However, this also raised prices, due to which the Reserve Bank of India (RBI) might hold the policy rate in its policy review next week. On the other hand, workers were laid off for the first time in 10 months, albeit moderately.
PMI was up at 53 points in July from 51.5 in June. Any reading above 50 shows an expansion and any below it is a contraction.
In line with the headline indicator, output grew at the quickest rate in 17 months (since February 2013) in July, marking a nine-month period of increased production, said Markit Economics, which compiles PMI data.
Among the monitored sub-sectors, makers of intermediate goods raised production at the sharpest pace.
The July data confirmed reports of further improvements in demand, as new orders increased at an accelerated pace, extending the current sequence of growth to nine months.
“Details within the survey show all monitored categories witnessed a rise in output and order flows,” Neumann said.
Though the methodology used in PMI and the official Index of Industrial Production (IIP) is different, the broad numbers are in sync with the trend. The IIP data for June and July are yet to come but manufacturing did increase 2.5 per cent and 4.8 per cent in April and May, respectively, after contracting for two earlier months. The eight core sector industries, which have a combined weight of 38 per cent in the IIP, rose by a nine-month high of 7.7 per cent in June, signalling that IIP and manufacturing could see better recovery in the month.
Similarly, new business from abroad rose for a 10th successive month in July. Panellists commented on strong demand from key export clients. This indicates export numbers in July would also be robust, after rising in double digits in May and June.

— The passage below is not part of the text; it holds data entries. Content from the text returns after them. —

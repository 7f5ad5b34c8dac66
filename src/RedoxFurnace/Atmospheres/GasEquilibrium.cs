using System.Collections.Immutable;
using RedoxFurnace.Quantities;
using RedoxFurnace.Substances;

namespace RedoxFurnace.Atmospheres;
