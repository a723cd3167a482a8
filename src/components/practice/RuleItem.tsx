import { useMutation } from '@tanstack/react-query';
import { useState } from 'react';
import type { PracticeDto, PracticeRuleDto } from '../../contracts/practice';
import { api, messageOf } from '../query/api';
import { Button } from '../ui/Button';
import { Dialog } from '../ui/Dialog';
import { Notice } from '../ui/Notice';
import { Tag } from '../ui/Tag';
import { useUnits } from '../ui/units';
import { KIND_WORDS, stateOf, valueTexts } from './words';

interface Props {
  readonly rule: PracticeRuleDto;
  readonly canWithdraw: boolean;
  /** A day in the plant's zone. */
  readonly day: (instant: string) => string;
  readonly onChanged: (practice: PracticeDto) => void;
}

const LOOKS = { inForce: 'room', waiting: 'over', past: 'quiet' } as const;
const STATES = { inForce: 'in force', waiting: 'not released', past: 'no longer in force' } as const;

/** One rule: what it says, where it is from, who entered and who released it. */
export function RuleItem({ rule, canWithdraw, day, onChanged }: Props) {
  const units = useUnits();
  const state = stateOf(rule);
  return (
    <li
      className={`grid gap-x-8 gap-y-3 py-5 md:grid-cols-[13rem_minmax(0,1fr)_14rem] ${state === 'past' ? 'opacity-75' : ''}`}
    >
      <div>
        <h3 className="text-md">{rule.ventGroup ? rule.ventGroup.name : KIND_WORDS[rule.kind].title}</h3>
        {rule.ventGroup ? <p className="text-sm text-ink-muted">{KIND_WORDS[rule.kind].title}</p> : null}
        <p className="mt-2">
          <Tag look={LOOKS[state]}>{STATES[state]}</Tag>
        </p>
      </div>
      <div className="min-w-0">
        <dl className="grid grid-cols-1 gap-x-6 gap-y-2 sm:grid-cols-2">
          {valueTexts(rule, units).map(({ name, value }) => (
            <div key={name}>
              <dt className="text-xs text-ink-muted">{name}</dt>
              <dd className="text-base font-medium">{value}</dd>
            </div>
          ))}
        </dl>
        <p className="mt-3 text-sm text-ink-muted">Source: {rule.source}</p>
      </div>
      <div className="text-sm">
        <p>
          Entered by {rule.enteredBy}, <span className="whitespace-nowrap text-ink-muted">{day(rule.enteredAt)}</span>
        </p>
        {rule.released ? (
          <p>
            Released by {rule.released.by}; in force since{' '}
            <span className="whitespace-nowrap text-ink-muted">{day(rule.released.at)}</span>
          </p>
        ) : null}
        {rule.withdrawnAt ? <p>Until {day(rule.withdrawnAt)}</p> : null}
        <div className="mt-2 flex flex-wrap gap-2">
          {state === 'waiting' && rule.releaseRefusal === null ? <Act {...{ rule, onChanged }} act="release" /> : null}
          {state !== 'past' && canWithdraw ? <Act {...{ rule, onChanged }} act="withdraw" /> : null}
        </div>
        {state === 'waiting' && rule.releaseRefusal ? <p className="text-ink-muted">{rule.releaseRefusal}</p> : null}
      </div>
    </li>
  );
}

const WORDS = {
  release: {
    title: 'Release this rule?',
    does: 'Release',
    says: 'It then holds for every week of this plant, in place of the one in force. Nobody can put a plan on the floor over it. You confirm that its figures are those of its source.',
  },
  withdraw: {
    title: 'Withdraw this rule?',
    does: 'Withdraw',
    says: 'It holds no longer. A vent group without a rule in force has one vent and one steam on at a time.',
  },
} as const;

interface ActProps extends Pick<Props, 'rule' | 'onChanged'> {
  readonly act: 'release' | 'withdraw';
}

function Act({ rule, act, onChanged }: ActProps) {
  const [open, setOpen] = useState(false);
  const words = WORDS[act];
  const send = useMutation({
    mutationFn: () => api<PracticeDto>(`/api/practice/${encodeURIComponent(rule.id)}/${act}`, { method: 'POST' }),
    onSuccess: (practice) => {
      setOpen(false);
      onChanged(practice);
    },
  });
  const look = act === 'release' ? 'main' : 'over';
  const name = rule.ventGroup?.name ?? KIND_WORDS[rule.kind].title;
  return (
    <>
      <Button look={look} size="small" aria-label={`${words.does} ${name}`} onClick={() => setOpen(true)}>
        {words.does}…
      </Button>
      <Dialog
        open={open}
        title={words.title}
        onClose={() => setOpen(false)}
        actions={
          <>
            <Button onClick={() => setOpen(false)}>Not now</Button>
            <Button {...{ look }} busy={send.isPending} onClick={() => send.mutate()}>
              {words.does}
            </Button>
          </>
        }
      >
        <p>{words.says}</p>
        {send.error ? (
          <Notice look="over" live className="mt-3">
            {messageOf(send.error)}
          </Notice>
        ) : null}
      </Dialog>
    </>
  );
}
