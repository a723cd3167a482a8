/** Where messages are handed over, as the environment says. */
export interface MailServer {
  readonly host: string;
  readonly port: number;
  /** TLS from the first byte; otherwise it is started by STARTTLS where the server offers it. */
  readonly secure: boolean;
  readonly auth: { readonly user: string; readonly pass: string } | null;
  /** As it stands in messages: `Name <address>`. */
  readonly from: string;
  /** On this machine's loopback: nothing leaves. */
  readonly isLoopback: boolean;
}

type Env = Readonly<Record<string, string | undefined>>;

const SMTPS_PORT = 465;
const SUBMISSION_PORT = 587;
const LOOPBACK = new Set(['127.0.0.1', '::1', 'localhost']);

const said = (value: string | undefined): string | null => value?.trim() || null;

function portOf(text: string | null, standard: number): number {
  const port = text === null ? standard : Number(text);
  if (!Number.isInteger(port) || port < 1 || port > 65_535) throw new Error(`no port of a mail server: ${text}`);
  return port;
}

function authOf(user: string | null, pass: string | null): MailServer['auth'] {
  return user === null ? null : { user, pass: pass ?? '' };
}

function fromUrl(text: string): Omit<MailServer, 'from' | 'isLoopback'> {
  const url = new URL(text);
  if (url.protocol !== 'smtp:' && url.protocol !== 'smtps:')
    throw new Error('SMTP_URL starts with smtp:// or smtps://');
  const secure = url.protocol === 'smtps:';
  const auth = authOf(said(decodeURIComponent(url.username)), decodeURIComponent(url.password));
  const host = url.hostname.replace(/^\[|\]$/g, '');
  return { host, port: portOf(said(url.port), secure ? SMTPS_PORT : SUBMISSION_PORT), secure, auth };
}

function fromParts(host: string, env: Env): Omit<MailServer, 'from' | 'isLoopback'> {
  const port = portOf(said(env.SMTP_PORT), SUBMISSION_PORT);
  return { host, port, secure: port === SMTPS_PORT, auth: authOf(said(env.SMTP_USER), env.SMTP_PASS ?? '') };
}

/**
 * The mail server of SMTP_URL, or of SMTP_HOST, SMTP_PORT, SMTP_USER and SMTP_PASS; null where none is named.
 * @throws where what is named can't be a mail server
 */
export function mailServer(env: Env = process.env): MailServer | null {
  const url = said(env.SMTP_URL);
  const host = said(env.SMTP_HOST);
  if (url === null && host === null) return null;
  const server = url === null ? fromParts(host ?? '', env) : fromUrl(url);
  const from = said(env.MAIL_FROM) ?? 'Steadmain <steadmain@localhost>';
  return { ...server, from, isLoopback: LOOPBACK.has(server.host.toLowerCase()) };
}

/** The application's own address, without a slash at its end: links in messages never follow a request's Host. */
export function appAddress(env: Env = process.env): string {
  return (said(env.APP_URL) ?? `http://localhost:${said(env.PORT) ?? '4321'}`).replace(/\/+$/, '');
}
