import { readdir, readFile } from 'node:fs/promises';
import { join } from 'node:path';
import { simpleParser } from 'mailparser';
import type { LocalMailDto, LocalMailHeadDto } from '@/contracts/mail';
import { fail, ok, type Result } from '@/core/result';
import type { Authorized } from '../auth/permissions';
import { notFound, type HttpProblem } from '../http/problem';
import { mailServer } from './mailServer';

const SHOWN = 50;
const NAME = /^\d{15}-[0-9a-f-]{36}$/;

type Env = Readonly<Record<string, string | undefined>>;

const real: HttpProblem = notFound(
  'Messages go out through the mail server that is set up; they are read in people’s own mailboxes.',
);

/** The folder of the start command's own mail server; null where messages go to people's mailboxes. */
export function localMailFolder(env: Env = process.env): string | null {
  const folder = env.LOCAL_MAIL_FOLDER?.trim();
  try {
    return folder && mailServer(env)?.isLoopback ? folder : null;
  } catch {
    // What is named can't be a mail server; the worker says so.
    return null;
  }
}

async function read(folder: string, id: string): Promise<LocalMailDto> {
  const mail = await simpleParser(await readFile(join(folder, `${id}.eml`)), { skipImageLinks: true });
  const to = Array.isArray(mail.to) ? mail.to : mail.to ? [mail.to] : [];
  return {
    id,
    to: to.map((one) => one.text).join(', '),
    from: mail.from?.text ?? '',
    subject: mail.subject ?? '',
    messageId: mail.messageId ?? '',
    receivedAt: new Date(Number(id.slice(0, 15))).toISOString(),
    text: mail.text ?? '',
    html: typeof mail.html === 'string' ? mail.html : '',
  };
}

/** What the start command's mail server has received, newest first. */
export async function listLocalMail(_actor: Authorized<'mail.read'>): Promise<Result<LocalMailHeadDto[], HttpProblem>> {
  const folder = localMailFolder();
  if (!folder) return fail(real);
  const files = await readdir(folder).catch(() => []);
  const ids = files.flatMap((file) => (file.endsWith('.eml') ? [file.slice(0, -4)] : [])).filter((id) => NAME.test(id));
  const newest = ids.sort().reverse().slice(0, SHOWN);
  const mails = await Promise.all(newest.map((id) => read(folder, id).catch(() => null)));
  return ok(mails.flatMap((mail) => (mail ? [headOf(mail)] : [])));
}

const headOf = ({ id, to, subject, receivedAt }: LocalMailDto): LocalMailHeadDto => ({ id, to, subject, receivedAt });

/** One of its messages, whole. */
export async function readLocalMail(
  _actor: Authorized<'mail.read'>,
  id: string,
): Promise<Result<LocalMailDto, HttpProblem>> {
  const folder = localMailFolder();
  if (!folder) return fail(real);
  const mail = NAME.test(id) ? await read(folder, id).catch(() => null) : null;
  return mail ? ok(mail) : fail(notFound('There is no such message, or it has made room for newer ones.'));
}
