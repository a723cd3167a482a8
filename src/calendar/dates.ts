import { tz, TZDate } from '@date-fns/tz';
import { addDays, format, getDay, getISOWeek, isValid, parseISO, startOfWeek, type Day } from 'date-fns';

/**
 * Dates of the calendar, without a time: texts such as 2026-11-30. They are worked with in UTC, so that the zone of the
 * machine and its clock changes can't shift a day.
 */
const utc = tz('UTC');
const dayOf = (date: string): Date => parseISO(date, { in: utc });
const dateText = (day: Date): string => format(day, 'yyyy-MM-dd', { in: utc });

/** True for a date that the calendar has, written as 2026-11-30. */
export const isDate = (text: string): boolean => /^\d{4}-\d{2}-\d{2}$/.test(text) && isValid(dayOf(text));

/** The date so many days later. */
export const daysAfter = (date: string, days: number): string => dateText(addDays(dayOf(date), days));

/** The day of the week of a date: 0 is Sunday. */
export const weekdayOf = (date: string): number => getDay(dayOf(date), { in: utc });

/** The first day of the week that a date lies in; weeks begin on `weekStartsOn`: 1 is Monday, 7 (or 0) Sunday. */
export const firstDayOfWeek = (date: string, weekStartsOn: number): string =>
  dateText(startOfWeek(dayOf(date), { weekStartsOn: (weekStartsOn % 7) as Day, in: utc }));

/** Number of the week by ISO 8601: week 1 holds the year's first Thursday. */
export const isoWeek = (date: string): number => getISOWeek(dayOf(date), { in: utc });

/** An instant by a zone's clock, in a pattern of date-fns such as 'EEE HH:mm'. */
export const zonedText = (instant: Date, timeZone: string, pattern: string): string =>
  format(new TZDate(instant.getTime(), timeZone), pattern);
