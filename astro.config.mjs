import node from '@astrojs/node';
import react from '@astrojs/react';
import tailwindcss from '@tailwindcss/vite';
import { defineConfig } from 'astro/config';

export default defineConfig({
  output: 'server',
  outDir: process.env.STEADMAIN_DIST ?? 'dist',
  adapter: node({ mode: 'middleware' }),
  integrations: [react()],
  // Astro's own sessions are not used: people's sessions are rows in the database.
  session: { driver: 'memory' },
  // The framework's check does not know the address people see and skips JSON; src/middleware.ts has the whole check.
  security: { checkOrigin: false },
  devToolbar: { enabled: false },
  experimental: {
    csp: {
      directives: [
        "default-src 'self'",
        "img-src 'self' data: blob:",
        "font-src 'self'",
        "connect-src 'self'",
        "worker-src 'self' blob:",
        "object-src 'none'",
        "base-uri 'none'",
        "form-action 'self'",
        "frame-ancestors 'none'",
      ],
    },
  },
  vite: { plugins: [tailwindcss()] },
});
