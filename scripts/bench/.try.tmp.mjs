// scripts/bench/.try.tmp.ts
import { readFileSync } from "node:fs";

// src/core/levelling/random.ts
function seededRandom(seed) {
  let state = seed * 2654435761 | 0;
  return () => {
    state = state + 2654435769 | 0;
    let hash = Math.imul(state ^ state >>> 16, 2246822507);
    hash = Math.imul(hash ^ hash >>> 13, 3266489909);
    return ((hash ^ hash >>> 16) >>> 0) / 4294967296;
  };
}
var wholeBelow = (random, below) => Math.floor(random() * below);
function shuffle(random, values) {
  for (let i = values.length - 1; i > 0; i--) {
    const j = wholeBelow(random, i + 1);
    [values[i], values[j]] = [values[j], values[i]];
  }
}

// scripts/bench/weeks.ts
var WEEKS = {
  w40: { batches: 40, days: 2, dayAndNight: false },
  w150: { batches: 150, days: 5, dayAndNight: false },
  w500: { batches: 500, days: 7, dayAndNight: true }
};
var DAY = 1440;
var FAMILIES = ["A", "B", "C", "D"];
var UNIT_KINDS = ["blancher", "blancher", ...kinds("kettle", 4), ...kinds("retort", 6)];
var CLEANING = {
  blancher: [
    [0, 10, 20, 30],
    [10, 0, 20, 30],
    [15, 15, 0, 30],
    [40, 40, 40, 0]
  ],
  kettle: [
    [0, 15, 20, 40],
    [15, 0, 20, 40],
    [20, 20, 0, 40],
    [45, 45, 45, 0]
  ],
  retort: [
    [5, 5, 5, 10],
    [5, 5, 5, 10],
    [5, 5, 5, 10],
    [10, 10, 10, 5]
  ]
};
function generateWeek(shape, seed) {
  const random = seededRandom(seed * 7919 + shape.batches);
  const horizonMin = (shape.days + 1) * DAY;
  const units = UNIT_KINDS.map((kind, i) => ({
    id: `u${String(i).padStart(2, "0")}`,
    lineId: "line",
    name: `${kind} ${i}`,
    kind,
    headerId: "main",
    ventGroupId: null
  }));
  const open = units.map((_, i) => calendarOf(i, shape));
  const planned = planByHand(shape, random, units, open, horizonMin);
  const naivePeak = peakOf(planned.activities, horizonMin);
  const base = Math.ceil(naivePeak / (1.6 + 0.3 * random()) / 50) * 50;
  return {
    horizonMin,
    plant: plantOf(units, operators(shape)),
    calendars: units.map((u, i) => ({ unitId: u.id, open: open[i] })),
    capacities: [
      {
        headerId: "main",
        exportKgPerH: null,
        limitKgPerH: limitOf(base, shape.days),
        baseLoadKgPerH: [{ from: 0, value: 0 }],
        greatestRiseKgPerHPerMin: null,
        storedKgPerBar: null
      }
    ],
    activities: unfixWhatIsOverAlone(planned.activities, base * 0.8, horizonMin),
    links: planned.links
  };
}
function kinds(kind, count) {
  return Array.from({ length: count }, () => kind);
}
function calendarOf(unit, shape) {
  const open = [];
  for (let day = 0; day <= shape.days; day++) {
    const from = day * DAY;
    if (!shape.dayAndNight) open.push({ from: from + 300, to: from + 1380 });
    else if (day % 2 === 0) {
      const stop = from + unit * 110 % 1320;
      if (stop > from) open.push({ from, to: stop });
      open.push({ from: stop + 60, to: from + DAY });
    } else open.push({ from, to: from + DAY });
  }
  return join(open);
}
function join(spans) {
  const joined = [];
  for (const s of spans) {
    const last = joined.at(-1);
    if (last && last.to >= s.from) joined[joined.length - 1] = { from: last.from, to: s.to };
    else joined.push(s);
  }
  return joined;
}
function planByHand(shape, random, units, open, horizonMin) {
  const queues = units.map(() => []);
  const activities = [];
  const links = [];
  const perDay = Math.ceil(shape.batches / shape.days);
  for (let b = 0; b < shape.batches; b++) {
    const day = Math.min(shape.days - 1, Math.floor(b / perDay));
    const family = random() < 0.15 ? 3 : whole(random, 0, 2);
    const stages = stagesOf(random);
    const waits = stages.map((_, k) => k === 0 ? 0 : 5 * whole(random, 9, 24));
    const dayStart = shape.dayAndNight ? 0 : day * DAY + 300;
    const places = placeByHand(stages, waits, dayStart, units, open, queues, family);
    places.forEach((p, k) => queues[p.unit]?.push({ end: p.start + stages[k].minutes, family }));
    const first = places[0]?.start ?? 0;
    const last = places.at(-1);
    const end = (last?.start ?? 0) + (stages.at(-1)?.minutes ?? 0);
    const loose = shape.dayAndNight ? Math.max(0, first - whole(random, 0, 24) * 60) : dayStart;
    const earliest = Math.min(first, random() < 0.5 ? loose : Math.max(0, first - whole(random, 0, 6) * 30));
    const due = end + (random() < 0.25 ? whole(random, 1, 6) * 15 : whole(random, 8, 40) * 30);
    const fixed = random() < 0.05;
    const id = `b${String(b).padStart(3, "0")}`;
    stages.forEach((stage, k) => {
      activities.push({
        id: `${id}-${k}`,
        kind: "stage",
        stage: stage.kind === "retort" ? "retort" : stage.kind === "kettle" ? "cook" : "blanch",
        batchId: id,
        code: `${id}-${k}`,
        title: `Batch ${b}`,
        productId: null,
        familyId: FAMILIES[family],
        modes: units.filter((u) => u.kind === stage.kind).map((u) => ({
          unitId: u.id,
          minutes: stage.minutes,
          phases: stage.phases,
          uses: stage.operators.map(([offsetMin, minutes]) => ({
            limitId: "operators",
            offsetMin,
            minutes,
            amount: 1
          })),
          dutyId: null
        })),
        placement: { unitId: units[places[k]?.unit ?? 0]?.id ?? "", start: places[k]?.start ?? 0 },
        fixing: fixed ? "fixed" : "free",
        occupiesUntil: "end",
        earliestStart: k === 0 ? earliest : 0,
        latestStart: null,
        due: k === stages.length - 1 ? due : null,
        weight: 1,
        processData: null,
        revision: 1
      });
      if (k === 0) return;
      links.push({
        id: `${id}-${k}`,
        from: { activityId: `${id}-${k - 1}`, anchor: "end", offsetMin: 0 },
        to: { activityId: `${id}-${k}`, anchor: "start", offsetMin: 0 },
        leastMin: 5,
        greatestMin: waits[k],
        rule: "flow",
        greatestBreach: "time",
        source: null
      });
    });
  }
  if (activities.some((a) => (a.placement?.start ?? 0) + 200 > horizonMin)) throw new Error("week too full");
  return { activities, links };
}
function stagesOf(random) {
  const stages = [];
  if (random() < 0.4) {
    const minutes = 5 * whole(random, 8, 12);
    const warm = phase("warmUp", 0, 10, 5 * whole(random, 160, 200));
    const run = phase("run", 10, minutes - 10, 5 * whole(random, 100, 130));
    stages.push({ kind: "blancher", minutes, phases: [warm, run], operators: [[0, 10]] });
  }
  if (random() < 0.7) {
    const heat = 5 * whole(random, 2, 4);
    const hold = 5 * whole(random, 6, 12);
    const phases2 = [
      phase("heatUp", 10, heat, 5 * whole(random, 200, 280)),
      phase("hold", 10 + heat, hold, 5 * whole(random, 60, 100))
    ];
    stages.push({ kind: "kettle", minutes: 15 + heat + hold, phases: phases2, operators: [[0, 10]] });
  }
  const vent = whole(random, 7, 10);
  const comeUp = whole(random, 8, 12);
  const process2 = 5 * whole(random, 8, 13);
  const cool = 5 * whole(random, 3, 4);
  const phases = [
    phase("vent", 10, vent, 5 * whole(random, 520, 700)),
    phase("comeUp", 10 + vent, comeUp, 5 * whole(random, 340, 440)),
    phase("process", 10 + vent + comeUp, process2, 5 * whole(random, 60, 100))
  ];
  const empty = 10 + vent + comeUp + process2 + cool;
  stages.push({
    kind: "retort",
    minutes: empty + 5,
    phases,
    operators: [
      [0, 10],
      [empty, 5]
    ]
  });
  return stages;
}
var phase = (kind, offsetMin, minutes, steamKgPerH) => ({
  kind,
  offsetMin,
  minutes,
  steamKgPerH
});
var whole = (random, from, to) => from + Math.floor(random() * (to - from + 1));
function placeByHand(stages, waits, dayStart, units, open, queues, family) {
  let from = dayStart;
  for (let tries = 0; tries < 2e3; tries++) {
    const places = [];
    let ready = from;
    let behind = 0;
    for (let k = 0; k < stages.length && behind <= 0; k++) {
      const stage = stages[k];
      const place = earliestPlace(stage, k === 0 ? ready : ready + 5, units, open, queues, family);
      behind = k === 0 ? 0 : place.start - ready - waits[k];
      places.push(place);
      ready = place.start + stage.minutes;
    }
    if (behind <= 0) return places;
    from = Math.max(from, places[0]?.start ?? from) + Math.max(1, Math.min(120, behind));
  }
  throw new Error("no place found by hand");
}
function earliestPlace(stage, from, units, open, queues, family) {
  let best = { unit: -1, start: Infinity };
  units.forEach((unit, i) => {
    if (unit.kind !== stage.kind) return;
    const last = queues[i]?.at(-1);
    const clean = last ? CLEANING[unit.kind]?.[last.family]?.[family] ?? 0 : 0;
    const ready = Math.max(from, last ? last.end + clean : 0);
    const span = open[i].find((o) => Math.max(o.from, ready) + stage.minutes <= o.to);
    const start = span ? Math.max(span.from, ready) : Infinity;
    if (start < best.start) best = { unit: i, start };
  });
  return best;
}
function limitOf(base, days) {
  const steps = [{ from: 0, value: base }];
  for (let day = 0; day <= days; day++) {
    const noon = day * DAY + 720;
    steps.push({ from: noon, value: Math.round(base * 0.8) }, { from: noon + 90, value: base });
    if (day % 2 === 0) continue;
    steps.push({ from: day * DAY + 1080, value: Math.round(base * 0.85) }, { from: day * DAY + 1320, value: base });
  }
  return steps;
}
function operators(shape) {
  const steps = [{ from: 0, value: 4 }];
  for (let day = 0; day <= shape.days; day++) {
    steps.push({ from: day * DAY + 1080, value: 3 }, { from: (day + 1) * DAY + 300, value: 4 });
  }
  return steps;
}
function plantOf(units, operatorSteps) {
  return {
    id: "bench",
    name: "Generated plant",
    isDemo: true,
    ambientBarA: 1.01325,
    rules: { snapMinutes: 5, reserveFraction: 0, sagToleranceBar: 1 },
    lines: [{ id: "line", name: "Line" }],
    units,
    ventGroups: [],
    headers: [
      { id: "main", name: "Main", pressureBarG: 7, dryness: 0.98, superheatK: null, feed: { kind: "boilers" } }
    ],
    sharedLimits: [{ id: "operators", name: "Operators", unit: "people", capacity: operatorSteps }],
    cleaning: cleaningRules()
  };
}
function cleaningRules() {
  return Object.entries(CLEANING).flatMap(
    ([kind, rows]) => rows.flatMap(
      (row, from) => row.map((minutes, to) => ({
        unitKind: kind,
        fromFamilyId: FAMILIES[from],
        toFamilyId: FAMILIES[to],
        minutes,
        kind: "wash",
        phases: [],
        uses: []
      }))
    )
  );
}
function peakOf(activities, horizonMin) {
  return Math.max(...loadOf(activities, horizonMin));
}
function loadOf(activities, horizonMin) {
  const load = new Float64Array(horizonMin);
  for (const a of activities) addLoad(load, a, 1);
  return load;
}
function addLoad(load, a, sign) {
  for (const p of a.modes[0]?.phases ?? []) {
    const from = (a.placement?.start ?? 0) + p.offsetMin;
    for (let t = from; t < from + p.minutes; t++) load[t] = load[t] + sign * p.steamKgPerH;
  }
}
function unfixWhatIsOverAlone(activities, limit2, horizonMin) {
  const load = new Float64Array(horizonMin);
  const freed = /* @__PURE__ */ new Set();
  for (const batchId of new Set(activities.map((a) => a.batchId ?? a.id))) {
    const fixed = activities.filter((a) => a.batchId === batchId && a.fixing === "fixed");
    fixed.forEach((a) => addLoad(load, a, 1));
    if (fixed.length === 0 || Math.max(...load) <= limit2) continue;
    fixed.forEach((a) => addLoad(load, a, -1));
    freed.add(batchId);
  }
  return activities.map((a) => freed.has(a.batchId ?? a.id) ? { ...a, fixing: "free" } : a);
}

// scripts/bench/prototype.ts
import { pathToFileURL } from "node:url";
import { join as join2 } from "node:path";

// src/core/time/stepFunction.ts
function toMinutes(fn, horizonMin) {
  const values = new Float64Array(horizonMin);
  fn.forEach((step, i) => {
    const to = Math.min(horizonMin, fn[i + 1]?.from ?? horizonMin);
    if (to > Math.max(0, step.from)) values.fill(step.value, Math.max(0, step.from), to);
  });
  return values;
}
function fromMinutes(values) {
  const steps = [];
  for (let t = 0; t < values.length; t++) {
    const value = values[t];
    if (steps.length === 0 || steps[steps.length - 1].value !== value) steps.push({ from: t, value });
  }
  return steps;
}
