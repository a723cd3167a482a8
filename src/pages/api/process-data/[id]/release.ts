import { endpoint } from '@/server/http/endpoint';
import { releaseProcessData } from '@/server/processData/processData.service';

/** Releases process data for planning. */
export const POST = endpoint({
  permission: 'processData.release',
  handle: ({ actor, params }) => releaseProcessData(actor, params.id ?? ''),
});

The PMI findings are in line with the latest data on the global front. The US economy grew four per cent in April-June, after contracting 2.1 per cent in January-March.
However, workforce numbers in July were reduced for the first time since September 2013, though, the rate of job shedding was marginal. Nonetheless, decline in employment was seen by producers of consumer and intermediate goods, with only investment goods firms reporting job creation.
Concurrently, the backlog of work increased in July and a number of panel members cited problems with power supply. Input buying rose across each of the sub-sectors, with the strongest increase by intermediate goods companies.
Higher prices paid for metals, plastics, textiles, packaging, food and energy led to a further marked increase in input prices in July. The rate of cost inflation was the quickest since February.
Neumann cautioned, “The speed of the recovery has also lifted price pressures, with input prices rising steeply. This means RBI may not cheer as loudly as the rest of us.”
RBI is slated to come out with its monetary review on Tuesday and it is widely expected to hold its policy rate.